_WHAT YOU SHOULD DO_
Please copy, exactly as they appear below, the lines from the one containing "total = _z2(values, u, overload, predicted).sum(axis=1)" through the one containing "or none known".

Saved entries

def harness_nodes(unit: UnitModel) -> set[str]:
    """The unit's nodes without the bench's reference probe: where an extra reading helps."""
    probe = unit.probe
    leads = (
        set() if probe is None else {probe.force_hi, probe.sense_hi, probe.force_lo, probe.sense_lo}
    )
    return unit.nodes() - leads


def _spec(candidate: Candidate) -> str:
    fault = candidate.fault()
    if fault is None:
        return "none"
    value = None if candidate.value is None else float(f"{candidate.value:.3g}")
    return Fault(fault.kind, fault.targets, value).spec


def _as_float(value: object, overload: object) -> float:
    """A stored number; the store keeps an overload (flag 1) or no number (flag 2) as a flag
    beside an empty value, and loses the overload's sign (the misfit does not need it)."""
    if not isinstance(value, int | float):
        return math.inf if overload == 1 else math.nan
    number = float(value)
    if overload and math.isfinite(number):
        return math.copysign(math.inf, number)
    return number


def _test_current(function: MeterFunction, value: float) -> float:
    spec = SPECS[function]
    chosen = next((r for r in spec.ranges if math.isfinite(value) and abs(value) <= r), None)
    return spec.test_current(chosen if chosen is not None else spec.ranges[-1])


def _overload_at(function: MeterFunction | None, range_: float | None) -> float:
    if function is None:
        return math.inf
    spec = SPECS[function]
    if range_ is None:
        return spec.ranges[-1] * OVERRANGE_FACTOR
    return next((r for r in spec.ranges if abs(range_) <= r), spec.ranges[-1]) * OVERRANGE_FACTOR


def _u(m: Measurement) -> float:
    if math.isfinite(m.u_std) and m.u_std > 0:
        return m.u_std
    return max(abs(m.value) * U_FALLBACK_REL, 1e-9) if math.isfinite(m.value) else 1.0


def _range(station: Station, value: float) -> float | None:
    return autorange_estimate(station, MeterFunction.DC_VOLTS, value)


def _good_unit_chi2(
    values: FloatArray,
    u: FloatArray,
    overload: list[float],
    predicted: FloatArray,
    spread: FloatArray,
) -> tuple[float, float]:
    """The good unit's misfit and log Occam factor (``good_unit_misfit``) over the readings
    that both it and the meter give a number for; the others as ``_chi2`` scores them."""
    z2 = _z2(values, u, overload, predicted[None, :])[0]
    inside = np.isfinite(values) & (np.abs(predicted) <= np.array(overload))
    chi2, occam = good_unit_misfit((values - predicted)[inside], u[inside], spread[inside])
    total = chi2 + float(z2[~inside].sum())
    return (total if math.isfinite(total) else math.inf), occam


def _chi2(
    values: FloatArray, u: FloatArray, overload: list[float], predicted: FloatArray
) -> FloatArray:
    """Sum of squared normalised residuals per hypothesis row (``_z2``), inf where not a
    number."""
    total = _z2(values, u, overload, predicted).sum(axis=1)
    return np.asarray(np.where(np.isnan(total), np.inf, total), dtype=np.float64)


def _z2(
    values: FloatArray, u: FloatArray, overload: list[float], predicted: FloatArray
) -> FloatArray:
    """Squared normalised residual per hypothesis row and reading.  Overload is a state: both over
    agree; one over and one not costs at least ``MISMATCH_CHI2`` and at least the distance of the
    finite side to the overload level, so a fit never escapes into overload."""
    limit = np.array(overload)[None, :]
    pred_over = np.abs(predicted) > limit
    meas_over = ~np.isfinite(values)[None, :]
    finite = np.where(meas_over, 0.0, values[None, :])
    z2 = ((finite - predicted) / u) ** 2
    to_limit_meas = ((limit - np.abs(finite)) / u) ** 2
    with np.errstate(divide="ignore", invalid="ignore"):  # a level of 0 or none known
        to_limit_pred = ((limit - np.abs(predicted)) / (U_FALLBACK_REL * limit)) ** 2
    to_limit_pred = np.where(np.isfinite(to_limit_pred), to_limit_pred, MISMATCH_CHI2)
    z2 = np.where(pred_over & ~meas_over, np.maximum(MISMATCH_CHI2, to_limit_meas), z2)
    z2 = np.where(meas_over & ~pred_over, np.maximum(MISMATCH_CHI2, to_limit_pred), z2)
    return np.asarray(np.where(meas_over & pred_over, 0.0, z2), dtype=np.float64)


def _curvature(values: FloatArray, k: int, step: float) -> float:
    """Second difference of chi2 at index k (one-sided at the ends)."""
    if len(values) < 3 or step <= 0:
        return 0.0
    k = min(max(k, 1), len(values) - 2)
    return float((values[k + 1] + values[k - 1] - 2 * values[k]) / step**2)


def _vertex(values: FloatArray, grid: FloatArray, k: int) -> float:
    """Where a parabola through grid point k and its neighbours has its minimum, kept within
    one step; the grid point itself when the three make no upward parabola."""
    if not 0 < k < len(values) - 1:
        return float(grid[k])
    step = float(grid[1] - grid[0])
    bend = values[k + 1] - 2 * values[k] + values[k - 1]
    if bend <= 0:
        return float(grid[k])
    shift = 0.5 * step * (values[k - 1] - values[k + 1]) / bend
    return float(grid[k] + max(-step, min(step, shift)))


def _group(
    scored: list[_Scored], probs: list[float], u: FloatArray, overload: FloatArray
) -> list[list[tuple[_Scored, float]]]:
    """Hypotheses in order of probability; those no reading tells apart share a group: every
    reading's predictions differ by under one standard uncertainty (overload matches overload)."""
    pred = np.array([s.predicted for s in scored])
    over = np.abs(pred) > overload
    diff = np.abs(pred[:, None, :] - pred[None, :, :]) / u
    diff = np.where(over[:, None, :] & over[None, :, :], 0.0, diff)
    alike = diff.max(axis=2) < 1.0
    groups: list[list[tuple[_Scored, float]]] = []
    leads: list[int] = []
    for index, (item, p) in enumerate(zip(scored, probs, strict=True)):
        home = next((g for g, lead in enumerate(leads) if alike[lead, index]), None)
        if home is None:
            leads.append(index)
            groups.append([(item, p)])
        else:
            groups[home].append((item, p))
    return groups
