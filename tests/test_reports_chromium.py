"""The HTML report as a browser shows it: headless Chromium (Debian package `chromium`) opens a
report of a real virtual-bench run, takes a screenshot, and dumps the DOM it rendered.

Skipped locally when Chromium is missing (with a message); under CI (`CI` set) a missing
Chromium fails, since .ci/setup.d/chromium.sh installs it.
"""

from __future__ import annotations

import os
import shutil
import subprocess
from pathlib import Path

import numpy as np
import pytest
from bench_helpers import shipped_bench, shipped_plan
from matplotlib.image import imread

from reports.html_page import esc
from reports.run_export import run_record
from reports.run_html import render_run
from reports.svg_plots import DATA_COLOUR
from rig.runner import run_plan
from rig.store import ResultStore

WIDTH, HEIGHT = 1200, 2600  # the whole page down to its margin plot
FAIL_CELL = "#f6c6c6"  # reports.html_page: background of a failed step's verdict cell


def chromium() -> str:
    found = shutil.which("chromium") or shutil.which("chromium-browser")
    if found is None:
        if os.environ.get("CI"):
            pytest.fail("chromium is missing; CI installs it with .ci/setup.d/chromium.sh")
        pytest.skip("headless Chromium not installed (Debian: apt-get install chromium)")
    return found


def browser(binary: str, profile: Path, *args: str) -> subprocess.CompletedProcess[str]:
    return subprocess.run(
        [binary, "--headless", "--no-sandbox", "--disable-gpu", "--hide-scrollbars",
         f"--user-data-dir={profile}", *args],
        capture_output=True, text=True, timeout=90, check=False,
    )  # fmt: skip


def colour_share(image: np.ndarray, hex_colour: str, tolerance: float = 3 / 255) -> float:
    """The share of pixels within ``tolerance`` of a colour in every channel."""
    rgb = np.array([int(hex_colour[i : i + 2], 16) / 255 for i in (1, 3, 5)])
    close = np.all(np.abs(image[:, :, :3] - rgb) <= tolerance, axis=2)
    return float(close.mean())


@pytest.mark.timeout(240)
def test_report_renders_its_tables_and_plots_in_chromium(tmp_path: Path) -> None:
    binary = chromium()
    with shipped_bench("temp-circuit", ("open:signal",), folder=tmp_path) as (_, station):
        summary = run_plan(
            shipped_plan("temp-circuit-check", station),
            "HAR-<7>",
            operator="qa",
            ask=lambda t: True,
        )
    store = ResultStore(station.store_path)
    try:
        record = run_record(store, summary.run_id)
    finally:
        store.close()
    page = tmp_path / "report.html"
    page.write_text(render_run(record), encoding="utf-8")
    url = page.as_uri()

    shot = tmp_path / "report.png"
    done = browser(binary, tmp_path / "profile-1", f"--screenshot={shot}",
                   f"--window-size={WIDTH},{HEIGHT}", url)  # fmt: skip
    assert shot.is_file(), done.stderr[-2000:]
    image = imread(shot)
    assert image.shape[:2] == (HEIGHT, WIDTH)
    # not blank: many colours, and a real share of the page is not white
    assert len(np.unique(image[:, :, :3].reshape(-1, 3), axis=0)) > 50
    assert float((image[:, :, :3].mean(axis=2) < 0.9).mean()) > 0.02
    # the steps table shows failed verdict cells, and the margin plot its data points
    assert colour_share(image, FAIL_CELL) > 1e-4
    assert colour_share(image, DATA_COLOUR) > 1e-5

    dom = browser(binary, tmp_path / "profile-2", "--dump-dom", url)
    assert dom.returncode == 0, dom.stderr[-2000:]
    text = dom.stdout
    assert 'id="steps"' in text and 'id="instruments"' in text and "<svg" in text
    for step in record["steps"]:
        assert esc(step["step_id"]) in text
    assert "HAR-&lt;7&gt;" in text and "<7>" not in text  # the serial stayed text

_WRITTEN SOLUTION_
    total = _z2(values, u, overload, predicted).sum(axis=1)
    return np.asarray(np.where(np.isnan(total), np.inf, total), dtype=np.float64)


def _z2(
    values: FloatArray, u: FloatArray, overload: list[float], predicted: FloatArray
) -> FloatArray:
    """Squared normalised residual per hypothesis row and reading.  Overload is a state: both over
    agree; one over and one not costs at least ``MISMATCH_CHI2`` and at least the distance of the
    finite side to the overload level, so a fit never escapes into overload."""
    limit = np.array(overload)[None, :]
    pred_over = np.abs(predicted) > limit
    meas_over = ~np.isfinite(values)[None, :]
    finite = np.where(meas_over, 0.0, values[None, :])
    z2 = ((finite - predicted) / u) ** 2
    to_limit_meas = ((limit - np.abs(finite)) / u) ** 2
    with np.errstate(divide="ignore", invalid="ignore"):  # a level of 0 or none known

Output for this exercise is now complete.